> _Task brief_: One number is the whole answer: how many lines of the material hold "staysUnreadForAMinute".

> _Supplied records_:
□ □ □ □

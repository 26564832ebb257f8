// After the operator pauses a sweep and resumes it, the interrupted step is not read until its
// load is confirmed again: anyone may have turned the rheostat while the sweep was paused. The
// virtual bench's meters without its programmable load (the test plays the operator), in
// simulated time; and with the programmable load, which is set again and the step goes on.
#include "OperatorSweep.h"

#include "LinkAddress.h"

using namespace sagline;
using namespace sagline::test;

namespace {

constexpr int pausedStep = 3;

} // namespace

TEST(ResumedLoad, AfterAPauseTheStepWaitsForTheOperatorAndIsReadAtTheConfirmedLoad)
{
    OperatorSweep sweep;
    const PlanStep &step = sweep.planStep(pausedStep);
    ASSERT_TRUE(step.loadResistanceOhm.has_value());
    // Step 3: the load is set and confirmed, then the operator pauses during the dwell.
    sweep.pauseAfterConfirming(pausedStep);
    ASSERT_TRUE(sweep.runUntil([&] { return sweep.isPausedOnce(); })) << toString(sweep.controller->state()).toStdString();
    ASSERT_EQ(sweep.recorded.size(), static_cast<std::size_t>(pausedStep)); // steps 0..2 only

    // While paused, someone turns the rheostat to twice the resistance. The operator resumes
    // but does not answer the question at once: the test looks first.
    sweep.bench->setLoad(2.0 * *step.loadResistanceOhm);
    EXPECT_TRUE(sweep.resumeWithoutAnswering());
    EXPECT_EQ(sweep.controller->currentStep(), pausedStep);
    ASSERT_TRUE(sweep.staysUnreadForAMinute(pausedStep)); // nothing read, however long

    // The step is announced again, and the text says plainly what to check.
    ASSERT_EQ(sweep.announcements(pausedStep), 2);
    const QString text = sweep.instructions.back().second;
    // Demo step 3 of 8: 3/8 of 3.33 A = 1.25 A; 19.6 V - 0.48 Ω x 1.25 A = 19.0 V; 19.0 V / 1.25 A = 15.2 Ω.
    EXPECT_EQ(text.toStdString(), "resumed: check the load is still at about 15.2 Ω for step 3, then confirm; "
                                  "expect about 19 V and 1.25 A");
    EXPECT_EQ(text, sweep.controller->resumedInstruction(pausedStep));

    // The operator finds the rheostat moved, puts it back and confirms: the step is read at
    // the planned load, and the sweep completes with every step once, in order.
    ASSERT_TRUE(sweep.confirmAndComplete());
    // At twice the resistance the current would be about half: within 5 % it is the planned load.
    EXPECT_NEAR(sweep.recorded[pausedStep].currentA, step.currentA, 0.05 * step.currentA);
    const QString events = sweep.sink.events.join('\n');
    EXPECT_TRUE(events.contains(QStringLiteral("paused by the operator at step 3"))) << events.toStdString();
    EXPECT_TRUE(events.contains(QStringLiteral("resumed at step 3"))) << events.toStdString();
    EXPECT_TRUE(events.contains(QStringLiteral("step 3: waiting for the operator to confirm the load again"))) << events.toStdString();
    EXPECT_TRUE(events.contains(QStringLiteral("step 3: the operator confirmed the load again after resuming")))
        << events.toStdString();
}

TEST(ResumedLoad, APauseBeforeTheLoadWasConfirmedAsksForTheLoadAsBefore)
{
    OperatorSweep sweep;
    sweep.beforeConfirm = [&](int s) {
        if (s == pausedStep && !sweep.pausedOnce) {
            sweep.pausedOnce = true;
            sweep.controller->pause(); // paused while step 3 waits for its load
            return false;
        }
        return true;
    };
    ASSERT_TRUE(sweep.runUntil([&] { return sweep.isPausedOnce(); }));
    sweep.controller->resume();
    ASSERT_TRUE(sweep.completesEveryStepInOrder());
    const QStringList texts = sweep.instructionsFor(pausedStep);
    ASSERT_EQ(texts.size(), 2);
    // Never confirmed, so nothing to check "still": the ordinary instruction, marked.
    EXPECT_EQ(texts.back(), QStringLiteral("resumed: ") + sweep.controller->instruction(pausedStep));
    EXPECT_TRUE(sweep.sink.events.join('\n').contains(QStringLiteral("step 3: the operator confirmed the load after resuming")));
}

TEST(ResumedLoad, PausingAgainBeforeConfirmingStillAsksToCheckTheLoad)
{
    OperatorSweep sweep;
    sweep.pauseAfterConfirming(pausedStep);
    ASSERT_TRUE(sweep.runUntil([&] { return sweep.isPausedOnce(); }));
    ASSERT_TRUE(sweep.resumeWithoutAnswering());
    sweep.controller->pause();
    sweep.controller->resume();
    EXPECT_EQ(sweep.controller->state(), SweepState::WaitingForLoad);
    ASSERT_EQ(sweep.announcements(pausedStep), 3);
    EXPECT_EQ(sweep.instructions.back().second, sweep.controller->resumedInstruction(pausedStep));
    EXPECT_EQ(sweep.recorded.size(), static_cast<std::size_t>(pausedStep));
    ASSERT_TRUE(sweep.confirmAndComplete());
}

TEST(ResumedLoad, ALinkLostWhileTheResumedStepWaitsStillAsksToCheckTheLoad)
{
    OperatorSweep sweep;
    sweep.pauseAfterConfirming(pausedStep);
    ASSERT_TRUE(sweep.runUntil([&] { return sweep.isPausedOnce(); }));
    ASSERT_TRUE(sweep.resumeWithoutAnswering());
    // The voltmeter's cable is pulled while the resumed step waits: the load was confirmed
    // before the pause, so after the restore the operator checks it "still", as after any loss.
    sweep.bench->voltmeter()->vanish(200);
    ASSERT_TRUE(waitUntil([&] { return sweep.controller->state() == SweepState::Paused; }, 5000));
    ASSERT_TRUE(waitUntil([&] { return sweep.controller->state() == SweepState::WaitingForLoad; }, 5000))
        << toString(sweep.controller->state()).toStdString();
    EXPECT_EQ(sweep.instructions.back().second, sweep.controller->restoredInstruction(pausedStep));
    EXPECT_EQ(sweep.recorded.size(), static_cast<std::size_t>(pausedStep));
    ASSERT_TRUE(sweep.confirmAndComplete());
}

TEST(ResumedLoad, AProgrammableLoadIsSetAgainAndTheStepProceedsByItself)
{
    OperatorSweep sweep(LoadKind::Programmable);
    const PlanStep &step = sweep.planStep(pausedStep);
    QObject::connect(sweep.controller.get(), &SweepController::stateChanged, [&](SweepState state) {
        if (state == SweepState::Settling && sweep.controller->currentStep() == pausedStep && !sweep.pausedOnce) {
            sweep.pausedOnce = true;
            QTimer::singleShot(0, sweep.controller.get(), [&] { sweep.controller->pause(); });
        }
    });
    ASSERT_TRUE(sweep.runUntil([&] { return sweep.isPausedOnce(); })) << toString(sweep.controller->state()).toStdString();
    // The virtual clock moves only when the event loop would block, so the pause posted at the
    // start of the dwell comes before step 3 is read.
    ASSERT_EQ(sweep.recorded.size(), static_cast<std::size_t>(pausedStep));
    sweep.bench->setLoad(2.0 * *step.loadResistanceOhm); // moved while paused: set again on resume
    sweep.controller->resume();
    ASSERT_TRUE(sweep.completesEveryStepInOrder());
    EXPECT_NEAR(sweep.recorded[pausedStep].currentA, step.currentA, 0.05 * step.currentA);
    const QStringList again = sweep.instructionsFor(pausedStep);
    ASSERT_EQ(again.size(), 2);
    EXPECT_EQ(again[1].toStdString(), "resumed: setting the load again to about 15.2 Ω for step 3; expect about 19 V and 1.25 A");
    EXPECT_TRUE(sweep.sink.events.join('\n').contains(QStringLiteral("step 3: load set again after the operator resumed")));
}

TEST(ResumedLoad, APauseFromAStateChangedHandlerHoldsAndTheStepIsCheckedAgain)
{
    // A stateChanged handler may pause at once (signals re-enter): the dwell and the reading
    // that would have followed must not run while paused. Paused on entering the dwell, and
    // on entering the measurement.
    for (SweepState pauseAt : {SweepState::Settling, SweepState::Measuring}) {
        SCOPED_TRACE(toString(pauseAt).toStdString());
        OperatorSweep sweep;
        QObject::connect(sweep.controller.get(), &SweepController::stateChanged, [&](SweepState state) {
            if (state == pauseAt && sweep.controller->currentStep() == pausedStep && !sweep.pausedOnce) {
                sweep.pausedOnce = true;
                sweep.controller->pause();
            }
        });
        ASSERT_TRUE(sweep.runUntil([&] { return sweep.pausedOnce; }));
        sweep.clock.advance(60000);
        waitUntil([] { return false; }, 150);
        EXPECT_EQ(sweep.controller->state(), SweepState::Paused);
        EXPECT_EQ(sweep.recorded.size(), static_cast<std::size_t>(pausedStep));
        EXPECT_TRUE(sweep.resumeWithoutAnswering());
        EXPECT_EQ(sweep.instructions.back().second, sweep.controller->resumedInstruction(pausedStep));
        ASSERT_TRUE(sweep.confirmAndComplete());
    }
}

TEST(ResumedLoad, AfterNoValidReadingTheStepAsksForItsLoadAgain)
{
    OperatorSweep sweep;
    const PlanStep &step = sweep.planStep(pausedStep);
    ASSERT_TRUE(step.loadResistanceOhm.has_value());
    // Right after step 3's load is confirmed the voltmeter answers "not a number" (a lead
    // off): no valid reading within the stability time, so the sweep pauses by itself.
    sweep.onceAfterConfirming(pausedStep, [&] { sweep.bench->voltmeter()->injectFault(SimFault::NotANumber, 100000); });
    ASSERT_TRUE(sweep.runUntil([&] { return sweep.controller->state() == SweepState::Paused; }))
        << toString(sweep.controller->state()).toStdString();
    EXPECT_TRUE(sweep.sink.events.join('\n').contains(QStringLiteral("step 3: no valid reading")))
        << sweep.sink.events.join('\n').toStdString();
    ASSERT_EQ(sweep.recorded.size(), static_cast<std::size_t>(pausedStep));

    // Putting the lead back, someone knocks the rheostat to twice the resistance; then resume.
    sweep.bench->voltmeter()->clearInjectedFaults();
    sweep.bench->setLoad(2.0 * *step.loadResistanceOhm);
    EXPECT_TRUE(sweep.resumeWithoutAnswering());
    ASSERT_TRUE(sweep.staysUnreadForAMinute(pausedStep));
    EXPECT_EQ(sweep.instructions.back().second, sweep.controller->resumedInstruction(pausedStep));

    // Put back and confirmed: read at the planned load (twice the resistance: about half the current).
    ASSERT_TRUE(sweep.confirmAndComplete());
    EXPECT_NEAR(sweep.recorded[pausedStep].currentA, step.currentA, 0.05 * step.currentA);
}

□ □ □ □

> _Solution below_: 2